== Task ==
For this exercise, reproduce the entries below exactly, but only from the line containing "id: number;" through the line containing "requestId: string | null;", both included.

== Saved data entries ==
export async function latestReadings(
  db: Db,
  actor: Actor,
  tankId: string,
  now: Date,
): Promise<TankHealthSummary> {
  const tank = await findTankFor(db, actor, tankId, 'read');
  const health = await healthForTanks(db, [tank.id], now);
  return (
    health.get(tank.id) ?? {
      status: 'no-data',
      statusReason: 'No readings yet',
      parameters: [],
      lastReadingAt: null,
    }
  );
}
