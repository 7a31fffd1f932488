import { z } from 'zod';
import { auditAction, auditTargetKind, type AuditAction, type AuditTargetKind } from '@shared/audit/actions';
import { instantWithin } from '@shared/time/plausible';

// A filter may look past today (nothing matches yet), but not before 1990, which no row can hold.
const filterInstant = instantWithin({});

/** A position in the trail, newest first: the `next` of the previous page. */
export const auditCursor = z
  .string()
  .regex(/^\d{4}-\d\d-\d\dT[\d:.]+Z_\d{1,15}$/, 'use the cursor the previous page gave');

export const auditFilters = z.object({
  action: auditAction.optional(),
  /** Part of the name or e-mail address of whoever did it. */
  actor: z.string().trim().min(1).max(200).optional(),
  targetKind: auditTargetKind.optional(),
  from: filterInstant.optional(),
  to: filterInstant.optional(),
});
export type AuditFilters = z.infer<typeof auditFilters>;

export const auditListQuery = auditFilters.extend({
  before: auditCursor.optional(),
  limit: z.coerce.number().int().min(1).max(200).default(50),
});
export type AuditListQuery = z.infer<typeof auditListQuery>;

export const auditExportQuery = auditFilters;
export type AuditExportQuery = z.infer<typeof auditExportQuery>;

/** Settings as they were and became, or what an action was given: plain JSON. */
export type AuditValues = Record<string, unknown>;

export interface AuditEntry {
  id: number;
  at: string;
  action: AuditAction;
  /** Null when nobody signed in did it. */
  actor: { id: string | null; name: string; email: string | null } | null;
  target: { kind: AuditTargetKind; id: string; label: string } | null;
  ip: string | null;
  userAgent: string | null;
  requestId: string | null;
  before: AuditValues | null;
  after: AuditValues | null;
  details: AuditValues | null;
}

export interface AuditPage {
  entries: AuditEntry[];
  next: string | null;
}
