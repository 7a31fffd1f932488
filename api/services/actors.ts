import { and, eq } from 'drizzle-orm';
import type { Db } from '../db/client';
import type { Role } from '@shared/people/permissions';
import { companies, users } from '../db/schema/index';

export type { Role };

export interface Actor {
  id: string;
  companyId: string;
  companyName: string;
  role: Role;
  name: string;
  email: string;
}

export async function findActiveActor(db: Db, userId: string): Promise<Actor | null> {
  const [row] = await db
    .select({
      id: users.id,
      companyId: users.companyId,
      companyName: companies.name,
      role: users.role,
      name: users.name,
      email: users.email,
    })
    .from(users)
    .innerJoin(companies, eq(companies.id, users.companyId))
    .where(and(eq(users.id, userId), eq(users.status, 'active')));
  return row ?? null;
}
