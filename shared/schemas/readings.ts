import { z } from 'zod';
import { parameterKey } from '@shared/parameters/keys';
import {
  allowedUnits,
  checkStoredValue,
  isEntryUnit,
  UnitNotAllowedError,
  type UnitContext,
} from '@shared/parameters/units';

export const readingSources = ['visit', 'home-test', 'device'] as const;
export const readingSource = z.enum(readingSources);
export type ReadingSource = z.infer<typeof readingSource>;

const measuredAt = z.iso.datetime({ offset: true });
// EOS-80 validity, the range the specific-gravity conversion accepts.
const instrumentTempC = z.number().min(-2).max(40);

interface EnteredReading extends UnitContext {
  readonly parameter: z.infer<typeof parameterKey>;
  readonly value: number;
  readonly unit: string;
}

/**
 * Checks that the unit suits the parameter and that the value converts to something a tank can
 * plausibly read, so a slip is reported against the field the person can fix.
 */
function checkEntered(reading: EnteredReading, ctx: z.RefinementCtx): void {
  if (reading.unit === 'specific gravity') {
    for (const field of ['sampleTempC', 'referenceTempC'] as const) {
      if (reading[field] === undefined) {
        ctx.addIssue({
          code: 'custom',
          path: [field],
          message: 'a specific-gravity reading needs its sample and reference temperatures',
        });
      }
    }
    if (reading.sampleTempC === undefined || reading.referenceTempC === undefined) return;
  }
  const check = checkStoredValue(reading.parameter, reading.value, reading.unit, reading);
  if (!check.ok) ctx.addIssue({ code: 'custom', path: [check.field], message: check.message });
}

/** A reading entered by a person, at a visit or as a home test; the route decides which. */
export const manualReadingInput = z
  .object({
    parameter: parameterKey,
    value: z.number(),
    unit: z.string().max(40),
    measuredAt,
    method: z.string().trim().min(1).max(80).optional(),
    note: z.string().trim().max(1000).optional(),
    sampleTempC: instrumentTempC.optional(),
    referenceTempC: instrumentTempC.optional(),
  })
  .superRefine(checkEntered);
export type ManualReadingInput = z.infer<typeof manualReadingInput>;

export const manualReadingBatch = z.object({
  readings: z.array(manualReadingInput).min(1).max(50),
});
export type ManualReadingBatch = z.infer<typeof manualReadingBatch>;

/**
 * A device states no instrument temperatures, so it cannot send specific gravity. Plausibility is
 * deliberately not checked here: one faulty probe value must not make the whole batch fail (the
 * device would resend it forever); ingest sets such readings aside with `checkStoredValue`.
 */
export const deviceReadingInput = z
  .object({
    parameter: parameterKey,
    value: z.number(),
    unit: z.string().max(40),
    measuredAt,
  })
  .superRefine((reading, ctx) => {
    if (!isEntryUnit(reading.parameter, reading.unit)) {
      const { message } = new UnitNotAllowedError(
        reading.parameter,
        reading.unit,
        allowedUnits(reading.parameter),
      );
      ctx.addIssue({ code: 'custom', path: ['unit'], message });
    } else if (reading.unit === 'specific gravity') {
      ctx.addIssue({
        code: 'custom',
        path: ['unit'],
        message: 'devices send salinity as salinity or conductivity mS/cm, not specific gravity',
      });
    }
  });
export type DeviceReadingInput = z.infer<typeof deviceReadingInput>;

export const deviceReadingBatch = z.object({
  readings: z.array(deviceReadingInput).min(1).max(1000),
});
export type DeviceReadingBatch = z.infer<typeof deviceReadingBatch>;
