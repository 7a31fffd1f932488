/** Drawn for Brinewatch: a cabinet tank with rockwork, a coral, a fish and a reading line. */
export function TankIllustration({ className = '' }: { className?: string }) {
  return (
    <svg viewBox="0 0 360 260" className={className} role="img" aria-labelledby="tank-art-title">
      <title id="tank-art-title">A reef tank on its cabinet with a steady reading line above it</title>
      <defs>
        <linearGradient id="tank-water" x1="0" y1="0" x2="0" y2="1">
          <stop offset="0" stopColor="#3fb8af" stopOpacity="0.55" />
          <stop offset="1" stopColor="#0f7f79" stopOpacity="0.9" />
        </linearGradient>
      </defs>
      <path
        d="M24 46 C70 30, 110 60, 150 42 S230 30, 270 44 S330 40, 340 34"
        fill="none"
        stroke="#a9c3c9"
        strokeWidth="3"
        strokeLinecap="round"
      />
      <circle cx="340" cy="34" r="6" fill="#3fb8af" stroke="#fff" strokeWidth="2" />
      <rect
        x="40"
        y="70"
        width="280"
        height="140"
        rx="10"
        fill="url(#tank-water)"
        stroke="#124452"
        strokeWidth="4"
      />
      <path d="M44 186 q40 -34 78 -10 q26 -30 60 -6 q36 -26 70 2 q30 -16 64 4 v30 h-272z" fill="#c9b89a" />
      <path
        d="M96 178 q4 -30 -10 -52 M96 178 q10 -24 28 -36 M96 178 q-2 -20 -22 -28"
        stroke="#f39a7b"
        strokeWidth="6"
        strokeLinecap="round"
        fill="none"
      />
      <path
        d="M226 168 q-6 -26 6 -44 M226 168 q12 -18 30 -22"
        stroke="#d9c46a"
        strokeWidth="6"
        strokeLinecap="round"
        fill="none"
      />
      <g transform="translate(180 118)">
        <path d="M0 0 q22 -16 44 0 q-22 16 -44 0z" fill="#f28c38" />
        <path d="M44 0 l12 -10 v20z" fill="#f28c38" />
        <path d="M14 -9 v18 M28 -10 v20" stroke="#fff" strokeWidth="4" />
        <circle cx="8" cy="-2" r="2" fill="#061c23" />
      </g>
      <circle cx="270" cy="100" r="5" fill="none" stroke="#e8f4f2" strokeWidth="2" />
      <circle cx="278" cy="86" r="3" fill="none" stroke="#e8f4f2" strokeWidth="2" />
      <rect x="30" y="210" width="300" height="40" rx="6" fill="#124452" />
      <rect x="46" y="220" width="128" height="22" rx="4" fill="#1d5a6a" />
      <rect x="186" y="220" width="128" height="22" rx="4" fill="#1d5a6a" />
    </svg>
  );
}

== Answer below ==
  id: number;
  at: string;
  action: AuditAction;
  /** Null when nobody signed in did it. */
  actor: { id: string | null; name: string; email: string | null } | null;
  target: { kind: AuditTargetKind; id: string; label: string } | null;
  ip: string | null;
  userAgent: string | null;
  requestId: string | null;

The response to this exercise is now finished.